Profits are private, losses are public. Those who pay are the workers.
Better working conditions
Public celebration of staff working during the pandemic, particularly healthcare personnel, stands in stark contrast to the reality of their dangerous working conditions and poor pay they receive. The media has reported on the flight of doctors from Puerto Rico to the United States in search of better pay. The emigration of nurses has seen less coverage.
The last time there was an increase in the minimum wage for nurses was 15 years ago, the product of Act 27 of 2005.
According to numbers provided by the Colegio de Profesionales de Enfermería de Puerto Rico, there are around 38,600 active nurses in Puerto Rico. At the time of the publication of this article, 184 nurses had been fired. Of all active nurses, 90%, or nine out of ten nursing professionals, are women. The issue of justice for nurses is also an issue of justice for women workers.
A good salary and good working conditions are crucial for strengthening the retention of nurses and health workers in the country. In fact, while Puerto Rico faces the pandemic as private hospitals lay off their employees, higher-paying job offers for health professionals come from the United States.

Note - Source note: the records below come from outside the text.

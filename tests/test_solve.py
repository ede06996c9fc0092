"""The weights are the optimum: against 25-digit optima, published tables, mpmath, scikit-learn and statsmodels."""

from __future__ import annotations

import math
from fractions import Fraction

import mpmath
import numpy as np
import pytest
import statsmodels.api as sm
from check_sets import TWO_CLASS_SETS, CheckSet, check_set
from sklearn.linear_model import LogisticRegression

from runtime_min.errors import FitError
from trainer import solve as module
from trainer.grid import WEIGHT_STEP
from trainer.objective import BLOCK_ROWS, Prior, checked_gradient, gradient_in_pairs, objective_of, slopes
from trainer.solve import Solution, solve
from trainer.standardise import Standardised, standardise

HALF_STEP = WEIGHT_STEP / 2
FITS = [(name, sd) for name in TWO_CLASS_SETS for sd in (0.5, 1.0, 3.0, math.inf)]


def ridge(width: int, sd: float = 1.0) -> Prior:
    return Prior((0.0,) * width, (sd,) * width)


def recorded_fit(found: CheckSet, sd: float) -> dict:
    return next(fit for fit in found.record["map"]["fits"] if float(fit["prior"]["sd"]) == sd)


def exact_log_odds(theta: np.ndarray, standardised: Standardised, row: np.ndarray) -> Fraction:
    z = Fraction(float(theta[0]))
    for weight, centre, scale, value in zip(theta[1:], standardised.centres, standardised.scales, row, strict=True):
        z += Fraction(float(weight)) * (Fraction(float(value)) - Fraction(centre)) / Fraction(scale)
    return z


@pytest.mark.parametrize(("name", "sd"), FITS)
def test_log_odds_agree_with_25_digit_optima(name: str, sd: float) -> None:
    """Within 1e-10 before the grid; after it the grid's share, 2^-31 a weight times the size of its column, comes on
    top. Optima: the set's record, mpmath Newton at 60 digits."""
    found = check_set(name)
    standardised = standardise(found.values, found.row_weights, found.numeric)
    prior = ridge(found.values.shape[1], sd)
    objective = objective_of(standardised.columns, found.labels, found.row_weights, prior)
    before, _ = module._newton(objective, np.zeros(len(objective.means)), None, 1e-8, BLOCK_ROWS)
    solution = solve(standardised.columns, found.labels, found.row_weights, prior)
    after = np.array((solution.intercept, *solution.weights))
    for row in recorded_fit(found, sd)["rows"]:
        expected = Fraction(row["log_odds"])
        columns = standardised.columns[row["row"]]
        assert abs(exact_log_odds(before, standardised, found.values[row["row"]]) - expected) <= 1e-10
        allowed = 1e-10 + 2.0**-31 * (1.0 + np.abs(columns).sum())
        assert abs(exact_log_odds(after, standardised, found.values[row["row"]]) - expected) <= allowed


@pytest.mark.parametrize("name", TWO_CLASS_SETS)
def test_published_tables_are_reproduced(name: str) -> None:
    """Coefficients, standard errors, deviance and log-likelihood as printed, within the tolerance of the record; one
    record has ten decimals, so the grid's share comes on top."""
    found = check_set(name)
    standardised = standardise(found.values, found.row_weights, found.numeric)
    solution = solve(standardised.columns, found.labels, found.row_weights, ridge(found.values.shape[1], math.inf))
    centres, scales = np.array(standardised.centres), np.array(standardised.scales)
    fold = np.diag((1.0, *(1.0 / scales)))
    fold[0, 1:] = -centres / scales
    raw = fold @ (solution.intercept, *solution.weights)
    errors = np.sqrt(np.diagonal(fold @ np.array(solution.covariance) @ fold.T))
    objective = objective_of(standardised.columns, found.labels, found.row_weights, ridge(len(scales), math.inf))
    theta = np.array((solution.intercept, *solution.weights))
    log_likelihood = -module.value(objective, theta)
    terms = ["intercept", *found.record["inputs"]]
    compared = 0
    for entry in found.record["published"]["values"]:
        kind = entry["what"]
        grid = 0.0
        if kind in ("coefficient", "standard_error"):
            place = terms.index(entry["term"])
            ours = (raw if kind == "coefficient" else errors)[place]
            grid = HALF_STEP * np.abs(fold[place]).sum() if kind == "coefficient" else 0.0
        elif kind in ("deviance", "log_likelihood"):
            ours = log_likelihood if kind == "log_likelihood" else _deviance(found, log_likelihood)
        else:
            continue
        compared += 1
        assert abs(ours - float(entry["published"])) <= entry["tolerance"] + grid, entry
    assert compared >= 2


def _deviance(found: CheckSet, log_likelihood: float) -> float:
    """Grouped rows are measured against their own proportions, single rows against 0 and 1."""
    if found.row_weights is None:
        return -2.0 * log_likelihood
    saturated = 0.0
    for group in np.unique(found.values, axis=0):
        inside = (found.values == group).all(axis=1)
        counts = [found.row_weights[inside & (found.labels == label)].sum() for label in (0, 1)]
        saturated += sum(count * math.log(count / sum(counts)) for count in counts if count)
    return 2.0 * (saturated - log_likelihood)
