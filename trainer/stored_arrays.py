"""Arrays in a .npz or a Parquet file -> rows: one array a column, of bools, integers, floats or texts.

Nothing is unpickled. In a float array NaN is a missing value, in Parquet null is too.
"""

from __future__ import annotations

import hashlib
import importlib
import math
import zipfile
import zlib
from collections.abc import Iterator
from functools import partial
from pathlib import Path
from typing import IO, Any, BinaryIO

import numpy as np
import numpy.typing as npt

from runtime_min.errors import Problem, RowsError
from trainer.cells import Block, Cells, Findings
from trainer.plan_checks import shown

_BLOCK_ROWS = 65_536
_TAKEN = "give bools, integers, floats or texts"
_HEADERS = {(1, 0): np.lib.format.read_array_header_1_0, (2, 0): np.lib.format.read_array_header_2_0}


class NpzFile:
    """A .npz as a source of rows: each array is a column, and its name the column's header."""

    place = "row"

    def __init__(self, path: Path, stream: BinaryIO) -> None:
        self.where = str(path)
        self._sha256 = _digest(stream)
        try:
            self._archive = zipfile.ZipFile(stream)
        except (zipfile.BadZipFile, ValueError, EOFError) as error:
            raise self._broken(error) from None
        members = [member for member in self._archive.infolist() if member.filename.endswith(".npy")]
        self._members = [member.filename for member in members]
        self.header = [name.removesuffix(".npy") for name in self._members]
        if not members:
            raise RowsError(Problem(self.where, "found no array", "give one array a column"))
        shapes = [self._shape(member) for member in members]
        problems = [
            Problem(self.here(name), f"found the shape {shape}", "give arrays of one dimension, one a column")
            for name, shape in zip(self.header, shapes, strict=True)
            if len(shape) != 1
        ]
        if not problems and len(set(shapes)) > 1:
            other = next(at for at, shape in enumerate(shapes) if shape != shapes[0])
            found = f"found {shapes[other][0]} rows where {shown(self.header[0])} has {shapes[0][0]}"
            problems.append(Problem(self.here(self.header[other]), found, "give arrays of one length"))
        if problems:
            raise RowsError(problems)
        self._rows = shapes[0][0]

    def here(self, name: str) -> str:
        return f"{self.where}: array {shown(name)}"

    def blocks(self, findings: Findings) -> Iterator[Block]:
        arrays: dict[int, npt.NDArray[Any]] = {}

        def cells(position: int) -> Cells:
            if position not in arrays:
                arrays[position] = self._array(position)
            part = arrays[position][start : start + _BLOCK_ROWS]
            return part.tolist() if part.dtype.kind == "U" else part

        for start in range(0, self._rows, _BLOCK_ROWS):
            yield Block(range(start + 1, min(start + _BLOCK_ROWS, self._rows) + 1), cells)

    def sha256(self) -> str:
        return self._sha256

    def _shape(self, member: zipfile.ZipInfo) -> tuple[int, ...]:
        """The array's shape; refuses what cannot be read, or would be larger than the file says that it is."""
        name = member.filename.removesuffix(".npy")
        try:
            with self._archive.open(member) as stored:
                shape, dtype = _array_header(stored)
        except (zipfile.BadZipFile, zlib.error, ValueError, EOFError, NotImplementedError, RuntimeError) as error:
            raise self._broken(error, name) from None
        if dtype.hasobject:
            found = "found Python objects, which only unpickling could read"
            raise RowsError(Problem(self.here(name), found, "save numbers, or texts of a fixed length"))
        if dtype.kind not in "biufUS":
            raise RowsError(Problem(self.here(name), f"found the type {dtype}", _TAKEN))
        if math.prod(shape) * dtype.itemsize > member.file_size:
            raise self._broken("an array that ends too soon", name)
        return shape

    def _array(self, position: int) -> npt.NDArray[Any]:
        name = self.header[position]
        try:
            with self._archive.open(self._members[position]) as stored:
                array = np.lib.format.read_array(stored, allow_pickle=False)
            return np.char.decode(array, "utf-8") if array.dtype.kind == "S" else array
        except UnicodeDecodeError:
            found = "found text that is not UTF-8"
            raise RowsError(Problem(self.here(name), found, "save the texts as UTF-8")) from None
        except (zipfile.BadZipFile, zlib.error, ValueError, EOFError) as error:
            raise self._broken(error, name) from None

    def _broken(self, error: Exception | str, name: str | None = None) -> RowsError:
        where = self.where if name is None else self.here(name)
        return RowsError(Problem(where, f"found what is not a whole .npz ({error})", "save the arrays again"))


def _array_header(stored: IO[bytes]) -> tuple[tuple[int, ...], np.dtype[Any]]:
    version = np.lib.format.read_magic(stored)
    if version not in _HEADERS:
        raise ValueError(f"version {version[0]}.{version[1]} of its format")
    shape, _, dtype = _HEADERS[version](stored)
    return shape, dtype


class ParquetFile:
    """A Parquet file as a source of rows."""

    place = "row"

    def __init__(self, path: Path, stream: BinaryIO, arrow: Any, parquet: Any) -> None:
        self.where = str(path)
        self._arrow = arrow
        self._sha256 = _digest(stream)
        try:
            self._file = parquet.ParquetFile(stream)
            self.header: list[str] = list(self._file.schema_arrow.names)
        except (arrow.ArrowException, OSError, ValueError) as error:
            raise self._broken(error) from None

    def blocks(self, findings: Findings) -> Iterator[Block]:
        first = 1
        batches = self._file.iter_batches(batch_size=_BLOCK_ROWS)
        while True:
            try:
                batch = next(batches, None)
            except (self._arrow.ArrowException, OSError, ValueError) as error:
                raise self._broken(error) from None
            if batch is None:
                return
            yield Block(range(first, first + batch.num_rows), partial(self._cells, batch))
            first += batch.num_rows

    def sha256(self) -> str:
        return self._sha256

    def _cells(self, batch: Any, position: int) -> Cells:
        types, cells = self._arrow.types, batch.column(position)
        if types.is_dictionary(cells.type):
            cells = cells.dictionary_decode()
        if types.is_string(cells.type) or types.is_large_string(cells.type):
            return ["" if text is None else text for text in cells.to_pylist()]
        if types.is_boolean(cells.type) and cells.null_count:
            cells = cells.cast("int8")
        if types.is_null(cells.type) or types.is_decimal(cells.type) or types.is_float16(cells.type):
            cells = cells.cast("float64")
        if types.is_boolean(cells.type) or types.is_integer(cells.type) or types.is_floating(cells.type):
            array: npt.NDArray[Any] = cells.to_numpy(zero_copy_only=False)
            return array
        where = f"{self.where}: column {shown(self.header[position])}"
        raise RowsError(Problem(where, f"found the type {cells.type}", _TAKEN))

    def _broken(self, error: Exception) -> RowsError:
        told = " ".join(str(error).split())[:100]
        return RowsError(Problem(self.where, f"found what is not a whole Parquet file ({told})", "write it again"))


def parquet_file(path: Path, stream: BinaryIO) -> ParquetFile:
    """Raises RowsError where the package that reads it is not installed."""
    try:
        arrow, parquet = importlib.import_module("pyarrow"), importlib.import_module("pyarrow.parquet")
    except ImportError:
        found = "needs the package pyarrow, which is not installed"
        raise RowsError(Problem(str(path), found, 'run pip install "firmlogit[parquet]", or give a .csv')) from None
    return ParquetFile(path, stream, arrow, parquet)


def _digest(stream: BinaryIO) -> str:
    digest = hashlib.sha256()
    while chunk := stream.read(1 << 20):
        digest.update(chunk)
    stream.seek(0)
    return digest.hexdigest()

On the issue of the emigration of medical professionals in the midst of the pandemic, the executive president of the Puerto Rico Hospital Association, Jaime Plá Cortés, said: “This has been the case all the time and we have no way of avoiding that. The only thing that is different today is that before they left because they were going to have a better quality of life and a peace of mind. He who leaves will expose himself to death.” (PAI’s translation).
Ironically, these regrettable comments by the spokesperson for the hospitals were made during the international year of nurses, as declared by the World Health Organization.
Nurses and other health professionals risk their own lives to save others – especially during this pandemic – which is precisely why they must be paid a fair wage. House Bill 2144 is active in the Legislature, which seeks to increase the minimum wage for nurses in the private sector. Organizations representing the interests of nurses, such as the Colegio de Profesionales de Enfermería and the Unidad Laboral de Enfermeras(os) y Empleados de la Salud, have endorsed this measure as one of salary justice.
The Puerto Rico Hospital Association is opposed to the increase. Jaime Plá expressed through a written presentation that the Association considers the measure as an “extremely onerous imposition” due to the financial impact it would have on hospitals. The Association estimates the cost of the increase at about $142 million. Similar arguments were used in 2005, when they also opposed the increase in the minimum wage for nurses.
Other health workers who expose their lives during this crisis, such as respiratory therapists and radiology technicians, deserve recognition. It is also important that Puerto Rico do not forget who failed them in their most vulnerable time and put profits above people.
The coronavirus has exposed the immense weaknesses of Puerto Rico’s health system. Health should not be a commodity through which profit is sought, but a fundamental human right for all people. Alternatives such as nationalizing hospitals and establishing a universal health plan are proposals that should be at the center of public discussion.